*** Opening AVAILABLE RECORDS ***
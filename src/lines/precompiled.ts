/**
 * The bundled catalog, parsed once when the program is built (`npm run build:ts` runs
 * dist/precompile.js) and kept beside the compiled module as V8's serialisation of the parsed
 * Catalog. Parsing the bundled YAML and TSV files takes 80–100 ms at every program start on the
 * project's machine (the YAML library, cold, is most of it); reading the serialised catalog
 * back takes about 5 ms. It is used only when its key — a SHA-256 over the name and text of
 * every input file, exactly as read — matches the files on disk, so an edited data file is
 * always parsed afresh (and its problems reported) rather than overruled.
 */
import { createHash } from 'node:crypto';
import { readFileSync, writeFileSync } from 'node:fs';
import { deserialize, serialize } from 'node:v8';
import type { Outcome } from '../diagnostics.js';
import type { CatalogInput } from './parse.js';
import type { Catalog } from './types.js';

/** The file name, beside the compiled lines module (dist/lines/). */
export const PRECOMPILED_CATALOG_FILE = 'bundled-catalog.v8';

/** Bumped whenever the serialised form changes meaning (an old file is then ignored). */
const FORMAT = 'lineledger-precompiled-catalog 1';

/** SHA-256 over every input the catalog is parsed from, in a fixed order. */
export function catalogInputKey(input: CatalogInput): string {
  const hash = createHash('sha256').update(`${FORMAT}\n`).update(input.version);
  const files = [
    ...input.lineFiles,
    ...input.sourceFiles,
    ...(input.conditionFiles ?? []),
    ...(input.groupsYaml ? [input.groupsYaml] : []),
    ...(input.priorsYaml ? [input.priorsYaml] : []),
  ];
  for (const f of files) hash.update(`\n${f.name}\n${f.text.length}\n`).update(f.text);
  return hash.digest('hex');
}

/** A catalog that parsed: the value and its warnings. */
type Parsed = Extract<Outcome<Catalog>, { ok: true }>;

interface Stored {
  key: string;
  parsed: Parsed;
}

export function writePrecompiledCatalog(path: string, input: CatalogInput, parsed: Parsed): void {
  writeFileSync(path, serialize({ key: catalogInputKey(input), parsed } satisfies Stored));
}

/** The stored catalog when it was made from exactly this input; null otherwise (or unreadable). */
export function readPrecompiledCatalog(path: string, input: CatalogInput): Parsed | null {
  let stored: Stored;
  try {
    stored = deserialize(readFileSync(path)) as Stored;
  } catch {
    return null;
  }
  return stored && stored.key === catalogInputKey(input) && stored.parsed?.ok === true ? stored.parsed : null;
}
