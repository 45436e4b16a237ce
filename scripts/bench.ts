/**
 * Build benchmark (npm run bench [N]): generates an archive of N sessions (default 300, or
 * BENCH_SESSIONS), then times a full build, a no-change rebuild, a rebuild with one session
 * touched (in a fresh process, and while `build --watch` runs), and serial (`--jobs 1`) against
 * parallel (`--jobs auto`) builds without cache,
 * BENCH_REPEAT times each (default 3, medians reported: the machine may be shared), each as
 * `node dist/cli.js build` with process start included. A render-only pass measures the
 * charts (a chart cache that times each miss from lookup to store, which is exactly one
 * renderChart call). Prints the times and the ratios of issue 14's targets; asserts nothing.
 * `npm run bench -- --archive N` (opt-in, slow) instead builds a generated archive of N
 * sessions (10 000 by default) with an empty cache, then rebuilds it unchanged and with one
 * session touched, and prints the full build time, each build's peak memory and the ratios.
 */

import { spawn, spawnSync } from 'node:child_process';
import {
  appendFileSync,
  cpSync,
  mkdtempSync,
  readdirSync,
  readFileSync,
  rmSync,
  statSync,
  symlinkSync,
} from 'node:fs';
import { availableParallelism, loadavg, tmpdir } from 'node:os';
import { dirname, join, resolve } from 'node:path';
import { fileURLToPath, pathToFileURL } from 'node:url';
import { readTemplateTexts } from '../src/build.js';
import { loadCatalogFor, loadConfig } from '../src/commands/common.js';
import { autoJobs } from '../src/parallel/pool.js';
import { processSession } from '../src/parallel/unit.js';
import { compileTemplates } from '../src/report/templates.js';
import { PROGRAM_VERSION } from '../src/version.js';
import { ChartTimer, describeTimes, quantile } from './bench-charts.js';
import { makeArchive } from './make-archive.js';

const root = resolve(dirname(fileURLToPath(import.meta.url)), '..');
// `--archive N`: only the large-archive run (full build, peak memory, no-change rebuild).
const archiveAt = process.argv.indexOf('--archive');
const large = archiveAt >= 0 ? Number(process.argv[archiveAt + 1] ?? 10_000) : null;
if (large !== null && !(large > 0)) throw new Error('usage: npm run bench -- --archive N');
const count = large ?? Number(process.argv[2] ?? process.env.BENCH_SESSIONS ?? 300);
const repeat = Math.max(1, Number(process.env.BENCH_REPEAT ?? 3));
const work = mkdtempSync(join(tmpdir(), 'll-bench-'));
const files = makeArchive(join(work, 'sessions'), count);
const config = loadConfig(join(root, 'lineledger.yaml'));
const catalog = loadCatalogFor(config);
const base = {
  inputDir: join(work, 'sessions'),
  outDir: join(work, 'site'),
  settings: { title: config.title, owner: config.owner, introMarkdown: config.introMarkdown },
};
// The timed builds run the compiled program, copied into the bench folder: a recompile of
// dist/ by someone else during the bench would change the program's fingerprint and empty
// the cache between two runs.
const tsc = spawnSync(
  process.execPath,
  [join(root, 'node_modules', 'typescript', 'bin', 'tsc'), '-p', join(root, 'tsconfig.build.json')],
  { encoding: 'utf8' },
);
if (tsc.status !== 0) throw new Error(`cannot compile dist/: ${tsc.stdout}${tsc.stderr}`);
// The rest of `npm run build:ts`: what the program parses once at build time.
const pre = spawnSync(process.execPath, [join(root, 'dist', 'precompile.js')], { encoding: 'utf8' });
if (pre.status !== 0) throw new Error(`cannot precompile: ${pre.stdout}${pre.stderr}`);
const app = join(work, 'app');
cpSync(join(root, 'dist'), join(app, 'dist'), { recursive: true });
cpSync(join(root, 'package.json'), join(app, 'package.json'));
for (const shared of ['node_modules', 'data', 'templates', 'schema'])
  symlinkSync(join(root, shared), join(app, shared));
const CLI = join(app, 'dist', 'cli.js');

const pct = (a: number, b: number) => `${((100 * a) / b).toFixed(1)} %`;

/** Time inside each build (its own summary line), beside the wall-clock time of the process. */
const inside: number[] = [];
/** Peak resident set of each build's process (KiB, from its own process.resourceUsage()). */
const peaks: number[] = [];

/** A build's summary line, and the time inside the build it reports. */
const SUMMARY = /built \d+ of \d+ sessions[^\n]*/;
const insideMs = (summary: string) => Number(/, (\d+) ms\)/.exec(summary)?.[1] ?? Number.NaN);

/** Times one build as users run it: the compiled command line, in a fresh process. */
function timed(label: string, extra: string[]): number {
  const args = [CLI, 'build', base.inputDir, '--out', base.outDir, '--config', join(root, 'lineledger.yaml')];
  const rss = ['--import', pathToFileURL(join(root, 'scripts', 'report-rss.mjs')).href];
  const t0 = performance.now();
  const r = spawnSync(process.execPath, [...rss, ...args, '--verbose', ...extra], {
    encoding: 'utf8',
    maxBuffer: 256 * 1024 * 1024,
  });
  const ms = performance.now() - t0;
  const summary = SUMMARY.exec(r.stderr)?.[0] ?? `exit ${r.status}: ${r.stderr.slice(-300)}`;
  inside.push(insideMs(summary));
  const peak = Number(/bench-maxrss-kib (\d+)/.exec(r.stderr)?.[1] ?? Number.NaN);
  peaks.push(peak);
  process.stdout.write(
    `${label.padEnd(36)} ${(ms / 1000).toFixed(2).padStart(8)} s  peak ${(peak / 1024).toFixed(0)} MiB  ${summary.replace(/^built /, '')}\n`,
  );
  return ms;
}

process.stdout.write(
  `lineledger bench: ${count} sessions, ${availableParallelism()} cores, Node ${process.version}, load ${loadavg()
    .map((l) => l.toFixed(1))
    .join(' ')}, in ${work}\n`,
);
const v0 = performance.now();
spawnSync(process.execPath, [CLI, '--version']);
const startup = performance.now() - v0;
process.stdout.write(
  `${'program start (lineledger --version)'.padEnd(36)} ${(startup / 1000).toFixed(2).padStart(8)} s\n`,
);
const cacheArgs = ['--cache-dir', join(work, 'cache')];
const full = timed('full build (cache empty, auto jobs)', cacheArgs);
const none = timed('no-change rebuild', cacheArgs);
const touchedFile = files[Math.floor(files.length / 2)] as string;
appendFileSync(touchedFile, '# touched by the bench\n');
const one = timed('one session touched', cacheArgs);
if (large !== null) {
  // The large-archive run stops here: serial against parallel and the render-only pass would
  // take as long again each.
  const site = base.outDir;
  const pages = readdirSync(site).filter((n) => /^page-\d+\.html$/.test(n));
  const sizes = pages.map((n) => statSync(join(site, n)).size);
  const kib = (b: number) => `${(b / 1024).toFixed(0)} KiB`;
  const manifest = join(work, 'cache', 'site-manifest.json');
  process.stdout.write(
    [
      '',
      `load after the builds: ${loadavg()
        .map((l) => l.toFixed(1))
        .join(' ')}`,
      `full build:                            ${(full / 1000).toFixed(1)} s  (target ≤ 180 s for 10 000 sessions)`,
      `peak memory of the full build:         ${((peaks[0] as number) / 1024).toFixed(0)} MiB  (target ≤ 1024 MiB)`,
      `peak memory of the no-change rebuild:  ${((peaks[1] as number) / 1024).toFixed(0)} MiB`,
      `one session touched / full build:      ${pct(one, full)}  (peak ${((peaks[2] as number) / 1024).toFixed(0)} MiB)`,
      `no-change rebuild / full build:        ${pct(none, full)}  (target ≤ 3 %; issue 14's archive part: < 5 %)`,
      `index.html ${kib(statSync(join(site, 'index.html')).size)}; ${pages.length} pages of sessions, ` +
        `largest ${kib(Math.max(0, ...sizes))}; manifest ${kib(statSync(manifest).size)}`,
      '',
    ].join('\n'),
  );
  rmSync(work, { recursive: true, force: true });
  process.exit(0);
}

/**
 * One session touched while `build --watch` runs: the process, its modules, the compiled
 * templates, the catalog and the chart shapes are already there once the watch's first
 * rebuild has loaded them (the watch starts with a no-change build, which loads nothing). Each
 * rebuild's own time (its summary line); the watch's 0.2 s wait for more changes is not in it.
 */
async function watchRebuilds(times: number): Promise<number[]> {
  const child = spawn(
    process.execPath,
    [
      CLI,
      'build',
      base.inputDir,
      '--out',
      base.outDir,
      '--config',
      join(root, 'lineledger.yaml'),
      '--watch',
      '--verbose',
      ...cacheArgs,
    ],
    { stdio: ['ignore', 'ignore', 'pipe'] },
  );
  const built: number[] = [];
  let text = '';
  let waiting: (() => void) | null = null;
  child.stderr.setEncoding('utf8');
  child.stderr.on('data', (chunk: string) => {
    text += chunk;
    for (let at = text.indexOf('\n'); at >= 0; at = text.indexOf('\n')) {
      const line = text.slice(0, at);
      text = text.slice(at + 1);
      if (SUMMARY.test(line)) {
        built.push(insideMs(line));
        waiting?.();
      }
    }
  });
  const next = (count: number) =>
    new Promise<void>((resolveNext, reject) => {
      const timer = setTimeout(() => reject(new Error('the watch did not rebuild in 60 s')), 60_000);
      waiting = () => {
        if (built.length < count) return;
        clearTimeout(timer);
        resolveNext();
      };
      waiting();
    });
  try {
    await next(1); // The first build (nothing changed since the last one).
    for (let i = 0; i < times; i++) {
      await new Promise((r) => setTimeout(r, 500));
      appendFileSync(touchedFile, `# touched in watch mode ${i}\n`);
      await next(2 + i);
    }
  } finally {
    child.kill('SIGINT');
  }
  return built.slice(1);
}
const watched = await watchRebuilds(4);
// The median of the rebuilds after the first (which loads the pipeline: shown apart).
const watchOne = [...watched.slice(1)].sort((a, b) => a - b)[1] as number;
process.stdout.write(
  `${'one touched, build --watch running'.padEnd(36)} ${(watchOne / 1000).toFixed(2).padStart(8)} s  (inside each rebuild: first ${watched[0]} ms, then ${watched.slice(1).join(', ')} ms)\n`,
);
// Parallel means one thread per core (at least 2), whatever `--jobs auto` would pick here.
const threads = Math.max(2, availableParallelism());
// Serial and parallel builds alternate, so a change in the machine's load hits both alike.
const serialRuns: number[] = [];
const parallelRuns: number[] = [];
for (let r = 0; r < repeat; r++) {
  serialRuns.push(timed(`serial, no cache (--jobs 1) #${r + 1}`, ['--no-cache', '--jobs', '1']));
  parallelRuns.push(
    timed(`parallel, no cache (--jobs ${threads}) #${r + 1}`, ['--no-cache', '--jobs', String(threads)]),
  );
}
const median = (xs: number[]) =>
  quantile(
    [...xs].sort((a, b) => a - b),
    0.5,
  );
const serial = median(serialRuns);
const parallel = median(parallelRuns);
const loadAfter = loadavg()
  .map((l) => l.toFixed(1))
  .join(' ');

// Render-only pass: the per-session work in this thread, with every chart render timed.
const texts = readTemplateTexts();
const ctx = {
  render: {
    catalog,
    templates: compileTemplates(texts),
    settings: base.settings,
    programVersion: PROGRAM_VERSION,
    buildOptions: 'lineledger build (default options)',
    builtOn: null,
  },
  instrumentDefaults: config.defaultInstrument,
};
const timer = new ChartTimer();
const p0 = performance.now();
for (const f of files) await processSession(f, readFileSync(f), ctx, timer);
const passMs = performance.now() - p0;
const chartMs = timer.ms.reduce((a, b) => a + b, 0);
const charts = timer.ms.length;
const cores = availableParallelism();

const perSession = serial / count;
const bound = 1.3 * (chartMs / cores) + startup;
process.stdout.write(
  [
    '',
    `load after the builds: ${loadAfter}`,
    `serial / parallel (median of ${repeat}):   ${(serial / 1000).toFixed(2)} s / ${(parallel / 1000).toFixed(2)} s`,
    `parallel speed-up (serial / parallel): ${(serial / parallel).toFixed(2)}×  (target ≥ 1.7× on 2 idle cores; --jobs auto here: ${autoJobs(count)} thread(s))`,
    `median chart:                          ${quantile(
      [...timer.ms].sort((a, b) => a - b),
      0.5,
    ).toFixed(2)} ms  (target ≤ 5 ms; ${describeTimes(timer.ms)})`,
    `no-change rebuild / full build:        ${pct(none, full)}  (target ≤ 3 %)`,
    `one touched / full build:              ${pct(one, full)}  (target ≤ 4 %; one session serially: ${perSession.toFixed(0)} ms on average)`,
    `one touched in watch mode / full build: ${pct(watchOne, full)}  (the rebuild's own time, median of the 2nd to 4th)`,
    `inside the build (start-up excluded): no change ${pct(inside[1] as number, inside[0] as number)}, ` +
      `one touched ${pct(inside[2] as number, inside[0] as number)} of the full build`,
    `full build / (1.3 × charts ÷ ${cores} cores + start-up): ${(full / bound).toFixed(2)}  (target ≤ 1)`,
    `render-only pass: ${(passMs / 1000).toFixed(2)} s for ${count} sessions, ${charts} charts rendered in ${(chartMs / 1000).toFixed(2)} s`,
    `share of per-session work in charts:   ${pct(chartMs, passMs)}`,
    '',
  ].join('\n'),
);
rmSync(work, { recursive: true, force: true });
*** Closing AVAILABLE RECORDS ***
> WHAT YOU WILL DO: Go through the listing above and pull out each line containing the word "mode".

> EXPECTED OUTPUT:
      appendFileSync(touchedFile, `# touched in watch mode ${i}\n`);
    `one touched in watch mode / full build: ${pct(watchOne, full)}  (the rebuild's own time, median of the 2nd to 4th)`,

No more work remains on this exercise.